Collected data entries:
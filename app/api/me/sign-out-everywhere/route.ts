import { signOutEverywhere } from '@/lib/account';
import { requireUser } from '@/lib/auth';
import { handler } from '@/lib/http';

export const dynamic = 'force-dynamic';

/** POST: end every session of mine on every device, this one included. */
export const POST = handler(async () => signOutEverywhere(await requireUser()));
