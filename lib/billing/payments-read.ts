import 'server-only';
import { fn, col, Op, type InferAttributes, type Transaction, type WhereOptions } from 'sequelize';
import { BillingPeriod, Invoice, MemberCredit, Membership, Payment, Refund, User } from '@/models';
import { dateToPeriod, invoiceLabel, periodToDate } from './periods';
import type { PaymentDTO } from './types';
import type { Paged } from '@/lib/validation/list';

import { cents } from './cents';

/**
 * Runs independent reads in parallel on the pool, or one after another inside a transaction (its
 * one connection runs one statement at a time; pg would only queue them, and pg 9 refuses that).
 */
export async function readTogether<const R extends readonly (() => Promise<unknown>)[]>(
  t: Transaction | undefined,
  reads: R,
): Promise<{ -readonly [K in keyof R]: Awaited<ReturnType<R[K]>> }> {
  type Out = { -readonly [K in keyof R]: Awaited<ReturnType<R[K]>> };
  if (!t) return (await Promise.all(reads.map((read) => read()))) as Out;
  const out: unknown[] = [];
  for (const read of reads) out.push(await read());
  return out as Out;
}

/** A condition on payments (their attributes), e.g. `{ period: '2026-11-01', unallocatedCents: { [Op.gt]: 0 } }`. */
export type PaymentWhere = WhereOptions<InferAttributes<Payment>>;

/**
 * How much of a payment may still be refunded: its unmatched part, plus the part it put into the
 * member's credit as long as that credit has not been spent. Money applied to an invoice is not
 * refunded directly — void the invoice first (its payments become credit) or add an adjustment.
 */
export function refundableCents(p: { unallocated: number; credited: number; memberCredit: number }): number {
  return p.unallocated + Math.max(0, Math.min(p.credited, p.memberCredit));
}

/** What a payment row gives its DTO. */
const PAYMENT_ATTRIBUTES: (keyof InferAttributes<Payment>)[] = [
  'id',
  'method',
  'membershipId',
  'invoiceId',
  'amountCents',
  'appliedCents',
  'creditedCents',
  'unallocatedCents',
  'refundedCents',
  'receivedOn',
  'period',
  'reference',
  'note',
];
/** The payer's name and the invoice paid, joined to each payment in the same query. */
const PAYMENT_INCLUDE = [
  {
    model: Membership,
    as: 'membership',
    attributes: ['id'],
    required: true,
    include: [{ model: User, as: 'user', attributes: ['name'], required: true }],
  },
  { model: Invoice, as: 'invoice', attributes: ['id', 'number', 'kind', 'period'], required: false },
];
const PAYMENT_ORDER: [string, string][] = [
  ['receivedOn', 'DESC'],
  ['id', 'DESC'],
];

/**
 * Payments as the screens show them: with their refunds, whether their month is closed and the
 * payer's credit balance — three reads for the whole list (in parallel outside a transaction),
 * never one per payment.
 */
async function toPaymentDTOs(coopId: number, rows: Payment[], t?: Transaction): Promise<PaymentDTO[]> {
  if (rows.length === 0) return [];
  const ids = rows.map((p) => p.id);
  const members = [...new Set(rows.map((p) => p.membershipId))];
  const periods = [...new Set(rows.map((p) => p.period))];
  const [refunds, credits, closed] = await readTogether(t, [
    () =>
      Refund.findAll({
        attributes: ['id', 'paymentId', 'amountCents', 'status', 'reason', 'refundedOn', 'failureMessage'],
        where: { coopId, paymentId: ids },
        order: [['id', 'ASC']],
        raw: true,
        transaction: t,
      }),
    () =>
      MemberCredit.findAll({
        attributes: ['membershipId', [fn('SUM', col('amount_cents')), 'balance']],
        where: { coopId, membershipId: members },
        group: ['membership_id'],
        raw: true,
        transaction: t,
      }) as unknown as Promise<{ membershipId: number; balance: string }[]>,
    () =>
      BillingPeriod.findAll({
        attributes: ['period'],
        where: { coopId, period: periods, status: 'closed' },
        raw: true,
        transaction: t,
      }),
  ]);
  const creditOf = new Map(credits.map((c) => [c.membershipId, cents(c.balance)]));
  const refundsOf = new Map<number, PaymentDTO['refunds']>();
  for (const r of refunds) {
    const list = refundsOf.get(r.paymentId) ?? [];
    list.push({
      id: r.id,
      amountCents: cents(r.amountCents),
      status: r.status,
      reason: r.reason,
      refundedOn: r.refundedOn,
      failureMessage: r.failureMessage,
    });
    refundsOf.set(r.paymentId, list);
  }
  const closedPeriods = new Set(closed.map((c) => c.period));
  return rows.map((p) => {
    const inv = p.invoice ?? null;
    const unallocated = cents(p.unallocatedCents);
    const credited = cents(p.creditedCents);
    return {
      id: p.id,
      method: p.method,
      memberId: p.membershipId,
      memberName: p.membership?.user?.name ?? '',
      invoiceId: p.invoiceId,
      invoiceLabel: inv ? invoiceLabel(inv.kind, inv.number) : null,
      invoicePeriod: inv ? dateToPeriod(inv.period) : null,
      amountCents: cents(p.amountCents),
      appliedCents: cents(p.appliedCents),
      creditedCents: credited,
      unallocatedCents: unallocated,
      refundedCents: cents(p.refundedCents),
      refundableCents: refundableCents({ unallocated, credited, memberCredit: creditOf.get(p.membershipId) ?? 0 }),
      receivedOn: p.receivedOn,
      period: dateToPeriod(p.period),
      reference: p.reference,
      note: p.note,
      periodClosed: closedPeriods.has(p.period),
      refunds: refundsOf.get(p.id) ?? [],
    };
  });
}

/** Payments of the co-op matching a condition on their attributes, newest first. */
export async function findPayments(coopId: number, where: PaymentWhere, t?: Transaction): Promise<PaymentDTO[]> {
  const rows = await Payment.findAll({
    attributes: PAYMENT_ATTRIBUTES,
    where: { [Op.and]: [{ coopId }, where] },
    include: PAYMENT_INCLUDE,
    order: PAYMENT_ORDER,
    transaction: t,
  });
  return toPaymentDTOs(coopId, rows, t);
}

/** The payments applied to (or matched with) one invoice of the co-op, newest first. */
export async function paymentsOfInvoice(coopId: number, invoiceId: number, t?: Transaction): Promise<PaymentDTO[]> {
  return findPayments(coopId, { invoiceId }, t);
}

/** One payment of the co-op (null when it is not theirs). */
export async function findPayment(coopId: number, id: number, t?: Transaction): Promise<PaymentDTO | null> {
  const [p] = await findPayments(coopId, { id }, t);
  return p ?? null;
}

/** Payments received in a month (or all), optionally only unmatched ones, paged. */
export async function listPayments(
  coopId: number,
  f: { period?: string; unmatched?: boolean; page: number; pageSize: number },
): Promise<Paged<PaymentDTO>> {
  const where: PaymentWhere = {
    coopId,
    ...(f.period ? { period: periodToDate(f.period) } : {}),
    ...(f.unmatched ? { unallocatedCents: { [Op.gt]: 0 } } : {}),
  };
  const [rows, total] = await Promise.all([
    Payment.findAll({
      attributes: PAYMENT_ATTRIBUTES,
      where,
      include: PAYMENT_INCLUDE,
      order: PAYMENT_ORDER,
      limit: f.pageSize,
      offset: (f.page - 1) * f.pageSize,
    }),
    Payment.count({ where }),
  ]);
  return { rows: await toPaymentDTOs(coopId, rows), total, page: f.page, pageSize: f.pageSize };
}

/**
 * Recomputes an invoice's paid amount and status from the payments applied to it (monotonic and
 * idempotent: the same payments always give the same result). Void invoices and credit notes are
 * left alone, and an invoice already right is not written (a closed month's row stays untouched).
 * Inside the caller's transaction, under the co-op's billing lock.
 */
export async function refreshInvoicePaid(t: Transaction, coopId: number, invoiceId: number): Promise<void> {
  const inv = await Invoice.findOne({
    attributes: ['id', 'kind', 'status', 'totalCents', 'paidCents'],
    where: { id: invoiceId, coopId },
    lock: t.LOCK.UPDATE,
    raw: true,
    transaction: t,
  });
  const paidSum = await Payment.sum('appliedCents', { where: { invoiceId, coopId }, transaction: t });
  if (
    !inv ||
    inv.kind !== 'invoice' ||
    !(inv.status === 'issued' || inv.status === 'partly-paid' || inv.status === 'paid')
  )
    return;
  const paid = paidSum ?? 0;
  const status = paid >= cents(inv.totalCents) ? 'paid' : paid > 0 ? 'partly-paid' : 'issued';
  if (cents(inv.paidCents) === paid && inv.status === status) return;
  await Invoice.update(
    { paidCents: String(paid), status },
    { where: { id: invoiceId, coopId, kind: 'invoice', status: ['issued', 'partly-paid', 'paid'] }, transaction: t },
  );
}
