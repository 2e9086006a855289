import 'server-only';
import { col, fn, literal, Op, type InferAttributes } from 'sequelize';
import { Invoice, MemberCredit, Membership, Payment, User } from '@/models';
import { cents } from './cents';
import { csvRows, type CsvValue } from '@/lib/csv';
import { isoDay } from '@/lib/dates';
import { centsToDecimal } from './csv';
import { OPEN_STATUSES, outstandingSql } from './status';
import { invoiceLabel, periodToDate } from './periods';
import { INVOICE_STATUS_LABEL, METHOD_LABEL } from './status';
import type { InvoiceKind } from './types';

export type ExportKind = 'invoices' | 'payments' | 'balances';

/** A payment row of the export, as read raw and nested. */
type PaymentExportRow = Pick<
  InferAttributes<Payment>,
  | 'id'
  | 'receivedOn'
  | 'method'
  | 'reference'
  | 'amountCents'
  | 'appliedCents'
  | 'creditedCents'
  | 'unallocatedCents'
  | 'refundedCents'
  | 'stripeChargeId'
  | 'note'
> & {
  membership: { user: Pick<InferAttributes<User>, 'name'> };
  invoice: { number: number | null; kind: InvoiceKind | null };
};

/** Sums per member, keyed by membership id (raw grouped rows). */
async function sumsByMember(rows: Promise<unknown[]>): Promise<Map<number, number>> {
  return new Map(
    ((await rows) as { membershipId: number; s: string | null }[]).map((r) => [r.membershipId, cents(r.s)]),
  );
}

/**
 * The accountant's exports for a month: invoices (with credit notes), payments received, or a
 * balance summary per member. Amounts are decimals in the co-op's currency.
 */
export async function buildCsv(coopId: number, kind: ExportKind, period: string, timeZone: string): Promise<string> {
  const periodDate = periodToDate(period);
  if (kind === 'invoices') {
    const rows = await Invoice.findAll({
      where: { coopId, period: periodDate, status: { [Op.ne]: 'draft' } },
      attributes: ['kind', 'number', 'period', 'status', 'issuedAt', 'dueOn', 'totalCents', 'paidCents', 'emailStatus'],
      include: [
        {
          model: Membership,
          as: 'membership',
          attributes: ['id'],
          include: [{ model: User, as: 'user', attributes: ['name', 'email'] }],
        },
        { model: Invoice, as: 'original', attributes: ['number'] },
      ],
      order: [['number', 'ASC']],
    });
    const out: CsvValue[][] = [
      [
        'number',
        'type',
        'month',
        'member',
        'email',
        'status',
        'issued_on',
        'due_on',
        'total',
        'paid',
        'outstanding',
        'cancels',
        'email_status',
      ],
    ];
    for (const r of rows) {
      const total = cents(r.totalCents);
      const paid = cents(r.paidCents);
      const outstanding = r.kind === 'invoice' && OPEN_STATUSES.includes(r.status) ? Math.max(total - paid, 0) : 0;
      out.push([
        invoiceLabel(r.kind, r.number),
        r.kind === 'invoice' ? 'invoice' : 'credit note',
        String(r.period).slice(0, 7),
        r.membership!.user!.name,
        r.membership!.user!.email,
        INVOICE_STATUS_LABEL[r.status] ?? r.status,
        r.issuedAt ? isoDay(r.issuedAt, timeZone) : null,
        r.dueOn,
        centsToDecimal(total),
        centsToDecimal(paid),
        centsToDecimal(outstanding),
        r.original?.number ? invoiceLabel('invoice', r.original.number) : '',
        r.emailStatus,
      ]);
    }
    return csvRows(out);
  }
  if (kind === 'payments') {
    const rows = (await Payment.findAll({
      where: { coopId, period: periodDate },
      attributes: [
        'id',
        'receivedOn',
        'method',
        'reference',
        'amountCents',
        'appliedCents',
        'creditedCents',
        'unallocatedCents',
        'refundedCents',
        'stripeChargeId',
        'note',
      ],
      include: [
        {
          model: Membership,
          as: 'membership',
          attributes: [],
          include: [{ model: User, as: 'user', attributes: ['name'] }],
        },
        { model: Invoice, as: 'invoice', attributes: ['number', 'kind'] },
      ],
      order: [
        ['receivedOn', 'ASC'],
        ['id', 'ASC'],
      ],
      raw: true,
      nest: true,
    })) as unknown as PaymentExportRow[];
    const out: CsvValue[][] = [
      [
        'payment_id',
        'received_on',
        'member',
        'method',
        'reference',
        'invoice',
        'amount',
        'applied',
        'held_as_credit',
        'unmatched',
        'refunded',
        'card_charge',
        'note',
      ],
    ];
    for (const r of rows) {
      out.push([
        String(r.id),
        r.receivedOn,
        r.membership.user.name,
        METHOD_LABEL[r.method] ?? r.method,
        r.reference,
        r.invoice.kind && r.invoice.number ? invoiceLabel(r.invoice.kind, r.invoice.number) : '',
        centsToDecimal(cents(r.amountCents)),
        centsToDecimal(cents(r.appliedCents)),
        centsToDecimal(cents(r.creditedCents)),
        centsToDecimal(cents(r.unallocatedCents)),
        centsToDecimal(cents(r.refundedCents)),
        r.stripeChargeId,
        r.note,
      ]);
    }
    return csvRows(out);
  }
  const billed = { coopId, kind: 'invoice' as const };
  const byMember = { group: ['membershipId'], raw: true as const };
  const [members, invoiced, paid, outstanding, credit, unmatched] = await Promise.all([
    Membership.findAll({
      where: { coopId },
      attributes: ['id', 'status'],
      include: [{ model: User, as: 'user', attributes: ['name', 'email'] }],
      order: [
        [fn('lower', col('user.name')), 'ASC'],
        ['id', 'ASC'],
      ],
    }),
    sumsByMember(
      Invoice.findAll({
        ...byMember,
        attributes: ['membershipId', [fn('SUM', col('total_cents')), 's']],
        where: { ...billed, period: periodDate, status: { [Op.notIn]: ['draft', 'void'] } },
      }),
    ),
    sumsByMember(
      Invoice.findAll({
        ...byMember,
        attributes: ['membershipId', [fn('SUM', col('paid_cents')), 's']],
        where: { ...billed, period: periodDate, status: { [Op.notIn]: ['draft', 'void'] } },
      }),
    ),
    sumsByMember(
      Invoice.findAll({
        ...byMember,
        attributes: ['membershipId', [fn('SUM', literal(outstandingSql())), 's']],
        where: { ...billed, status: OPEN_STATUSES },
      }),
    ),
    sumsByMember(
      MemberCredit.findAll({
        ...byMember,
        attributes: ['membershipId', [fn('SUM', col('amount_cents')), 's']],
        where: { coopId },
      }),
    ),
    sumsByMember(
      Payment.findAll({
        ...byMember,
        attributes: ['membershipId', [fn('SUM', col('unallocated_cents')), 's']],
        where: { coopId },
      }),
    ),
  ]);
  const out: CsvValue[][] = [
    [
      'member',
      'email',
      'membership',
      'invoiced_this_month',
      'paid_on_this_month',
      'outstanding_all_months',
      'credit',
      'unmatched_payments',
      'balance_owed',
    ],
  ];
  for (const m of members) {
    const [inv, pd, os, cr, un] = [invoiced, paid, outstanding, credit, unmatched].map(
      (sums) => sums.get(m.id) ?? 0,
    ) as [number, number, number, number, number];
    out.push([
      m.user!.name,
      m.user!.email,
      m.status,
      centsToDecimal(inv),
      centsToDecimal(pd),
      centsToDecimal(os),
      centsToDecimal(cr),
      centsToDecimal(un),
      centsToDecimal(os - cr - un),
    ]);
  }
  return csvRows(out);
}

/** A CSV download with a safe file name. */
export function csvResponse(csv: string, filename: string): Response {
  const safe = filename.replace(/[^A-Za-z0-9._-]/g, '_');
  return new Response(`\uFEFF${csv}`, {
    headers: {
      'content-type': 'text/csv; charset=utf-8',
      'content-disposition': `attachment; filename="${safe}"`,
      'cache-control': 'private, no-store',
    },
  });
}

* **EXERCISE INSTRUCTIONS**
Identify the lines of the data that contain the word "BillingPeriod". Copy each of them.

* **ANSWER BOX**
import { BillingPeriod, Invoice, MemberCredit, Membership, Payment, Refund, User } from '@/models';
      BillingPeriod.findAll({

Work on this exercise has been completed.